Practical Ways to Bring It Down
If you’ve just checked your blood sugar and it reads 173, there are a few things that can help in the short term. Drinking water is one of the simplest. Water helps your kidneys filter excess sugar out through urine, so staying well hydrated supports your body’s natural glucose-clearing process.
Physical activity is the other immediate lever. When you move, your muscles pull glucose out of the bloodstream and use it for energy. Even a 15 to 20 minute walk after a meal can make a noticeable difference in where your blood sugar lands at the two-hour mark. You don’t need intense exercise for this effect; moderate activity works.

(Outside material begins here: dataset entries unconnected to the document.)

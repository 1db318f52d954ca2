import type { MigrationInterface, QueryRunner } from 'typeorm'

export class Foundation1764633600000 implements MigrationInterface {
  name = 'Foundation1764633600000'

  async up(q: QueryRunner): Promise<void> {
    await q.query(`
      CREATE TABLE organization (
        id uuid PRIMARY KEY DEFAULT gen_random_uuid(),
        name text NOT NULL,
        created_at timestamptz NOT NULL DEFAULT now()
      )`)
    await q.query(`
      CREATE TABLE app_user (
        id uuid PRIMARY KEY DEFAULT gen_random_uuid(),
        organization_id uuid NOT NULL REFERENCES organization(id) ON DELETE RESTRICT,
        email text NOT NULL,
        display_name text NOT NULL,
        role text NOT NULL CHECK (role IN ('admin', 'technician', 'owner_rep', 'contractor')),
        password_hash text NOT NULL,
        active boolean NOT NULL DEFAULT true,
        last_sign_in_at timestamptz,
        password_changed_at timestamptz,
        created_at timestamptz NOT NULL DEFAULT now(),
        updated_at timestamptz NOT NULL DEFAULT now(),
        CONSTRAINT app_user_email_lower CHECK (email = lower(email)),
        CONSTRAINT "UQ_app_user_email" UNIQUE (email)
      )`)
    await q.query(`
      CREATE TABLE project (
        id uuid PRIMARY KEY DEFAULT gen_random_uuid(),
        organization_id uuid NOT NULL REFERENCES organization(id) ON DELETE RESTRICT,
        code text NOT NULL,
        name text NOT NULL,
        site_name text NOT NULL,
        site_address text NOT NULL,
        time_zone text NOT NULL,
        unit_system text NOT NULL DEFAULT 'IP' CHECK (unit_system IN ('IP', 'SI')),
        created_at timestamptz NOT NULL DEFAULT now(),
        updated_at timestamptz NOT NULL DEFAULT now(),
        CONSTRAINT "UQ_project_code" UNIQUE (code)
      )`)
    await q.query(`
      CREATE TABLE project_member (
        project_id uuid NOT NULL REFERENCES project(id) ON DELETE CASCADE,
        user_id uuid NOT NULL REFERENCES app_user(id) ON DELETE CASCADE,
        added_at timestamptz NOT NULL DEFAULT now(),
        PRIMARY KEY (project_id, user_id)
      )`)
    await q.query(`CREATE INDEX project_member_user_idx ON project_member (user_id)`)
    await q.query(`
      CREATE TABLE audit_event (
        id bigint GENERATED ALWAYS AS IDENTITY PRIMARY KEY,
        occurred_at timestamptz NOT NULL DEFAULT now(),
        actor_id uuid REFERENCES app_user(id) ON DELETE SET NULL,
        action text NOT NULL,
        entity_type text NOT NULL,
        entity_id text,
        project_id uuid REFERENCES project(id) ON DELETE SET NULL,
        before jsonb,
        after jsonb,
        ip inet
      )`)
    await q.query(`CREATE INDEX audit_event_entity_idx ON audit_event (entity_type, entity_id, occurred_at)`)
    await q.query(`
      CREATE FUNCTION audit_event_is_append_only() RETURNS trigger LANGUAGE plpgsql AS $$
      BEGIN
        RAISE EXCEPTION 'audit_event is append-only (% refused)', TG_OP USING ERRCODE = 'insufficient_privilege';
      END $$`)
    await q.query(`
      CREATE TRIGGER audit_event_append_only BEFORE UPDATE OR DELETE ON audit_event
      FOR EACH ROW EXECUTE FUNCTION audit_event_is_append_only()`)
    // Sessions for express-session through connect-pg-simple (its documented table layout).
    await q.query(`
      CREATE TABLE session (
        sid varchar NOT NULL PRIMARY KEY,
        sess json NOT NULL,
        expire timestamp(6) NOT NULL
      )`)
    await q.query(`CREATE INDEX session_expire_idx ON session (expire)`)
  }

  async down(q: QueryRunner): Promise<void> {
    await q.query(`DROP TABLE session`)
    await q.query(`DROP TABLE audit_event`)
    await q.query(`DROP FUNCTION audit_event_is_append_only`)
    await q.query(`DROP TABLE project_member`)
    await q.query(`DROP TABLE project`)
    await q.query(`DROP TABLE app_user`)
    await q.query(`DROP TABLE organization`)
  }
}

Reducing refined carbohydrates and added sugars at your next meal helps prevent another spike from stacking on top of the current one. Pairing carbs with protein, fat, or fiber slows digestion and produces a more gradual rise in blood sugar rather than a sharp peak.
For the longer term, if your readings are consistently in the 170s or above, the pattern matters more than any single number. Tracking your fasting glucose over several mornings gives you a much clearer picture than one isolated test. An A1c blood draw from your doctor captures the full three-month average and is the standard way to confirm or rule out a diabetes diagnosis.